> _EXERCISE DETAILS_:
Find how many lines in this data contain the string "ends". Respond with only that number.

> _DATASET CONTENT_:
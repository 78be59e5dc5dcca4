"""Families of candidates: combos alike but for their stacks' models and lengths, solved as one batch.

The combos of one family (:func:`planner.protect.search.family_key`: the same site,
each direction's stack present or not alike and in the same mode) are one circuit,
:func:`family_template`, whose stacks are each one diode; the rows of a batch carry each
member's models and junctions in series (:class:`RowDiodes`, passed to
:meth:`planner.engine.Engine.operate` as ``models`` and ``stacks``), and
:func:`run_family` gives each member what :func:`planner.protect.evaluate.run` gives it.

Public API
----------
:class:`RowDiodes`, :func:`family_template`, :func:`run_family`.
"""

from __future__ import annotations

from dataclasses import dataclass, replace

import numpy as np

from ..errors import SolveError
from .candidates import Combo
from .context import SearchContext
from .evaluate import SEARCH_PHASE_POINTS, _factors, _run_rows, topology

__all__ = ["RowDiodes", "family_template", "run_family"]


@dataclass(frozen=True)
class RowDiodes:
    """The clamp diodes of a family batch row by row (:func:`run_family`): per designator of the template,
    the model of each row, the junctions in series it stands for, and the designator of the row's own
    diode (the first of its stack) in the member's network (arrays of the batch's rows)."""

    models: dict
    stacks: dict
    own: dict

    def map(self, fn) -> "RowDiodes":
        """Every array passed through ``fn`` (the rows repeated, tiled or taken as a call lays them out)."""
        return RowDiodes({k: fn(v) for k, v in self.models.items()}, {k: fn(v) for k, v in self.stacks.items()},
                         {k: fn(v) for k, v in self.own.items()})

    def names(self) -> set:
        return set(self.models) | set(self.stacks)

    def ratings(self, cat, name: str) -> tuple:
        """Diode ``name``'s continuous ratings per row, (rows, 1) each: average current [A], surge current
        [A], and power [W] times the junctions in series (the stack's power is shared equally)."""
        ds = [cat[m] for m in self.models[name]]
        k = np.asarray(self.stacks[name], dtype=float)[:, None] if name in self.stacks else 1.0
        return (np.array([d.max_current_a for d in ds])[:, None], np.array([d.surge_current_a for d in ds])[:, None],
                np.array([d.max_power_w for d in ds])[:, None] * k)


def family_template(combo: Combo) -> Combo:
    """The combo whose network stands for every combo of its family: each stack one diode (the stack's
    junctions in series are the parameters of that diode's rows, :class:`RowDiodes`)."""
    def one(st):
        return None if st is None else replace(st, count=1)

    return Combo(combo.site, one(combo.forward), one(combo.reverse))


def run_family(ctx: SearchContext, combos: list, topos: list, grids: list, *,
               n_phase: int = SEARCH_PHASE_POINTS) -> list | None:
    """Combos alike but for their stacks' models and counts, each on its own rows, as one batch (uncounted).

    Parameters
    ----------
    ctx : SearchContext
    combos : list of Combo
        One family: the same site, each direction's stack present or not alike and in
        the same mode (:func:`planner.protect.search.family_key`); each a grid split or
        no split, so that the readings without clamps are the base network's.
    topos : list of Topology
        Each combo's own network (:func:`topology`): positions whose readings are cycle
        means (AC ranges) are solved member by member on them, and each member's
        positions that no row of it changes are kept there.
    grids : list
        Each combo's split resistances [ohm] (as ``r_rows`` of :func:`run`), or None.
    n_phase : int
        Phase points per sine cycle.

    Returns
    -------
    list of Metrics or None
        What :func:`run` gives each combo on its rows (with ``count=None``), or None
        when the batch does not solve (each member is then to be run alone: one member's
        failure must not be the others').

    Notes
    -----
    The members are solved on one network, :func:`family_template`: each stack is one
    diode whose rows carry the member's model and number of junctions in series
    (:meth:`planner.engine.Engine.operate`, ``models`` and ``stacks``; a stack of N
    identical junctions obeys exactly the law of one with N times its :math:`nV_t`,
    breakdown voltage and series resistance). The solver's cost being mostly per call,
    not per row, one call serves the family. Each row is solved to the solver's own
    tolerance, as in a call of its own: the figures agree with each combo's own
    evaluation to that tolerance, not always to the last digit. A stack's power is
    shared equally by its junctions; the case a stack's diode decides names its first
    diode, as the combo's own network does.
    """
    template = topology(ctx, family_template(combos[0]))
    sizes = [1 if g is None else len(g) for g in grids]
    stacks_of = {}  # template designator of a stack -> its direction
    pair = 2 if combos[0].site.pair is not None else 0
    at = pair
    for direction in ("forward", "reverse"):
        if getattr(combos[0], direction) is not None:
            stacks_of[template.clamp[at]] = direction
            at += 1
    models, stacks, own = {}, {}, {}
    for n, direction in stacks_of.items():
        first = [t.clamp[pair + (c.forward.count if direction == "reverse" and c.forward is not None else 0)]
                 for c, t in zip(combos, topos)]
        own[n] = np.repeat(np.array(first, dtype=object), sizes)
        ms = [getattr(c, direction).model for c in combos]
        ks = [getattr(c, direction).count for c in combos]
        if len(set(ms)) > 1:
            models[n] = np.repeat(np.array(ms, dtype=object), sizes)
        if len(set(ks)) > 1 or ks[0] != 1:
            stacks[n] = np.repeat(np.array(ks, dtype=float), sizes)
            models.setdefault(n, np.repeat(np.array(ms, dtype=object), sizes))
    if template.factor is None:
        fac = None
    else:
        parts = [_factors(t, g, None) for t, g in zip(topos, grids)]
        fac = {k: np.concatenate([f[k] for f in parts]) for k in parts[0]}
    rd = RowDiodes(models, stacks, own)
    try:
        m = _run_rows(ctx, template, fac, sum(sizes), n_phase, rd=rd, members=list(zip(topos, sizes)))
    except SolveError:
        return None
    ends = np.cumsum([0] + sizes)
    return [m.rows(slice(int(a), int(b))) for a, b in zip(ends[:-1], ends[1:])]
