def _initial_rate(ladder, v, p, v_fs, p_fs, target, *, misrange: bool = True) -> _Rate:
    """The smallest rating (and split) that carries the worst case, else full scale.

    A misrange that no rating carries is not designed for (splitting a part that
    burns anyway buys nothing): the full-scale stress decides, and a caution is noted.
    """
    k_cat = max(1, math.ceil(target / CATALOG_MAX_OHM * (1 - 1e-12)))
    bases = (("worst", v, p), ("full scale", v_fs, p_fs)) if misrange else (("full scale", v_fs, p_fs),)
    for basis, vv, pp in bases:
        for i, (pr, vr) in enumerate(ladder):
            k = max(_k_for(vv, vr), k_cat)
            if k <= _MAX_SPLIT and pp / k <= pr:
                return _Rate(i, k, basis)
    return _Rate(len(ladder) - 1, min(_MAX_SPLIT, max(_k_for(v_fs, ladder[-1][1]), k_cat)), "none")


# =====================================================================================
# size()
# =====================================================================================


def size(spec: Spec) -> Sizing:
    """Size a project's meter from real parts.

    Parameters
    ----------
    spec : Spec
        A project with ``voltage`` and/or ``current`` sections.

    Returns
    -------
    Sizing
        Segments (targets, chosen parts, ratings), positions and the network.

    Raises
    ------
    ProjectError
        For a request that cannot be built (a current range at or below I_fs, a
        voltage range at or below the meter's own full-scale voltage, ranges not
        ascending, a clamp tap beyond the segment it splits, an unknown series or
        diode model).

    Notes
    -----
    1. Targets by the handbook formulas (:func:`chain_segments`,
       :func:`separate_multipliers`, :func:`ayrton_segments`, :func:`separate_shunts`),
       the multipliers against :func:`voltage_meter`.
    2. Stresses of the ideal network by a linear estimate: every position at full
       scale, and every voltage position under ``faults.max_input`` with each clamp
       node taken open and shorted to common (every combination), the worst kept.
    3. Per segment, the smallest rating (power, limiting voltage) that carries the
       worst power once the segment is split into k = ceil(V / V_max) equal parts in
       series (plus a trim part, the sum on target); when no rating carries the
       misrange, the full-scale stress decides and a caution is noted.
    4. Values: the nearest standard value, or the best series/parallel pair, within
       ``analysis.allowed_share`` x class index; the budget is halved until every
       position's nominal error (linear estimate) is within the allowed share.
    5. Stresses again on the chosen parts; a part beyond its voltage limit gets one
       more split, beyond its power one rating step, until all fit or no step is left.
    """
    series = _validate(spec)
    lay = _layout(spec)
    ladder = _ladder(spec)
    allowed = spec.analysis.allowed_share * spec.movement.class_index / 100.0
    nseg = len(lay.segments)
    for sp in lay.segments:
        if sp.target < CATALOG_MIN_OHM * 0.75:
            raise _err(
                spec,
                f"{sp.name} needs {_fmt(sp.target, 'ohm')}, below the smallest resistor the sizer picks "
                f"({_fmt(CATALOG_MIN_OHM, 'ohm')}); lower the highest current range, add a swamping resistor, "
                "or give an explicit network with a made-to-measure shunt",
                sp.line,
            )

    # stresses of the ideal network (one exact resistor per segment)
    ideal_choices = [Choice(((sp.target,),), "ideal") for sp in lay.segments]
    net0, parts0 = _build(spec, lay, ideal_choices, [ladder[0]] * nseg, series)
    st0 = _stresses(spec, lay, net0, parts0)
    rates = [
        _initial_rate(ladder, st0.seg_v[j], st0.seg_p[j], st0.seg_v_fs[j], st0.seg_p_fs[j], sp.target)
        for j, sp in enumerate(lay.segments)
    ]

    budget = allowed
    for _ in range(40):
        choices = [_split_choice(series, sp.target, r.k, budget) for sp, r in zip(lay.segments, rates)]
        net, seg_parts = _build(spec, lay, choices, [ladder[r.index] for r in rates], series)
        st = _stresses(spec, lay, net, seg_parts)
        changed = False
        for j, r in enumerate(rates):
            pr, vr = ladder[r.index]
            if r.basis == "worst":
                vmap, pmap = st.v, st.p
            else:
                vmap, pmap = st.v_fs, st.p_fs
            names = [x[0] for x in seg_parts[j]]
            if any(vmap.get(n, 0.0) > vr * (1 + 1e-9) for n in names) and r.k < _MAX_SPLIT:
                r.k += 1
                changed = True
            elif r.basis != "none" and any(pmap.get(n, 0.0) > pr * (1 + 1e-9) for n in names):
                changed = True
                if r.index + 1 < len(ladder):
                    r.index += 1
                elif r.basis == "worst":
                    sp = lay.segments[j]
                    rates[j] = _initial_rate(
                        ladder, 0.0, 0.0, st0.seg_v_fs[j], st0.seg_p_fs[j], sp.target, misrange=False
                    )
                else:
                    r.basis = "none"
        if not changed and any(abs(e) > allowed for e in st.errors.values()) and budget > 1e-7:
            budget /= 2.0
            changed = True
        if not changed:
            break

    return _result(spec, lay, series, ladder, allowed, choices, rates, net, seg_parts, st)


def _result(spec, lay, series, ladder, allowed, choices, rates, net, seg_parts, st) -> Sizing:
    vmax = spec.faults.max_input_v
    segments = []
    for j, (sp, ch, r) in enumerate(zip(lay.segments, choices, rates)):
        pr, vr = ladder[r.index]
        parts = tuple(
            PartPlan(
                name=name,
                value_ohm=val,
                series=series,
                target_ohm=val * sp.target / ch.value,
                power_rated_w=pr,
                voltage_rated_v=vr,
                power_required_w=st.p[name],
                voltage_required_v=st.v[name],
                power_fullscale_w=st.p_fs.get(name, 0.0),
                voltage_fullscale_v=st.v_fs.get(name, 0.0),
                a=a,
                b=b,
            )
            for name, val, a, b in seg_parts[j]
        )
        flags, cautions = [], []
        err = ch.error(sp.target)
        if abs(err) > allowed * (1 + 1e-9):
            flags.append(
                f"no {series} single value or pair is within {100 * allowed:.3g} % of {_fmt(sp.target, 'ohm')}; "
                f"best {100 * err:+.3g} %: use a finer series or a trimmer"
            )
        p_part = max(p.power_required_w for p in parts)
        v_part = max(p.voltage_required_v for p in parts)
        p_part_fs = max(p.power_fullscale_w for p in parts)
        v_part_fs = max(p.voltage_fullscale_v for p in parts)
        if p_part_fs > pr * (1 + 1e-9) or v_part_fs > vr * (1 + 1e-9):
            flags.append(
                f"at full scale a part sees {_fmt(p_part_fs, 'W')} / {_fmt(v_part_fs, 'V')}, beyond the largest "
                f"rating {_fmt(pr, 'W')} / {_fmt(vr, 'V')}: add power ratings to parts.resistors or lower the range"
            )
        elif p_part > pr * (1 + 1e-9) or v_part > vr * (1 + 1e-9):
            cautions.append(
                f"under {_fmt(vmax, 'V')} max input a part sees {_fmt(p_part, 'W')} / {_fmt(v_part, 'V')}, beyond "
                f"its rating {_fmt(pr, 'W')} / {_fmt(vr, 'V')} ({st.seg_case[j]}): protect the range (fuse, clamp) "
                "or accept the fault"
            )
        segments.append(
            Segment(
                name=sp.name,
                role=sp.role,
                target_ohm=sp.target,
                achieved_ohm=ch.value,
                parts=parts,
                arrangement=ch.arrangement,
                low=sp.low,
                high=sp.high,
                power_required_w=st.seg_p[j],
                voltage_required_v=st.seg_v[j],
                power_fullscale_w=st.seg_p_fs[j],
                voltage_fullscale_v=st.seg_v_fs[j],
                power_rated_w=pr,
                voltage_rated_v=vr,
                worst_case=st.seg_case[j],
                flags=tuple(flags),
                cautions=tuple(cautions),
            )
        )
    positions = tuple(
        PositionIdeal(
            name=p.name,
            measures=p.measures,
            full_scale=p.full_scale,
            input_resistance_ohm=lay.ideal[p.name][0],
            burden_voltage_v=lay.ideal[p.name][1],
            nominal_error_pct=100.0 * st.errors.get(p.name, float("nan")),
        )
        for p in lay.positions
    )
    notes = [
        "targets: handbook formulas (docs/sizing.md); multipliers sized against a meter of "
        f"{_fmt(lay.meter_i_a, 'A')} and {_fmt(lay.meter_r_ohm, 'ohm')}",
        "ratings: linear estimate, diodes left out; under the max input every clamp node is taken both open "
        "and shorted to common (every combination) and the worst kept, so the figures are an upper bound",
        "nominal errors: linear estimate with the chosen values, clamps ignored; 'planner check' solves them "
        "with the diodes",
    ]
    return Sizing(
        series=series,
        allowed_error_pct=100.0 * allowed,
        meter_current_a=lay.meter_i_a,
        meter_resistance_ohm=lay.meter_r_ohm,
        segments=tuple(segments),
        positions=positions,
        network=net,
        max_input_v=vmax,
        notes=tuple(notes),
    )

> _COMPLETED TASK_:
2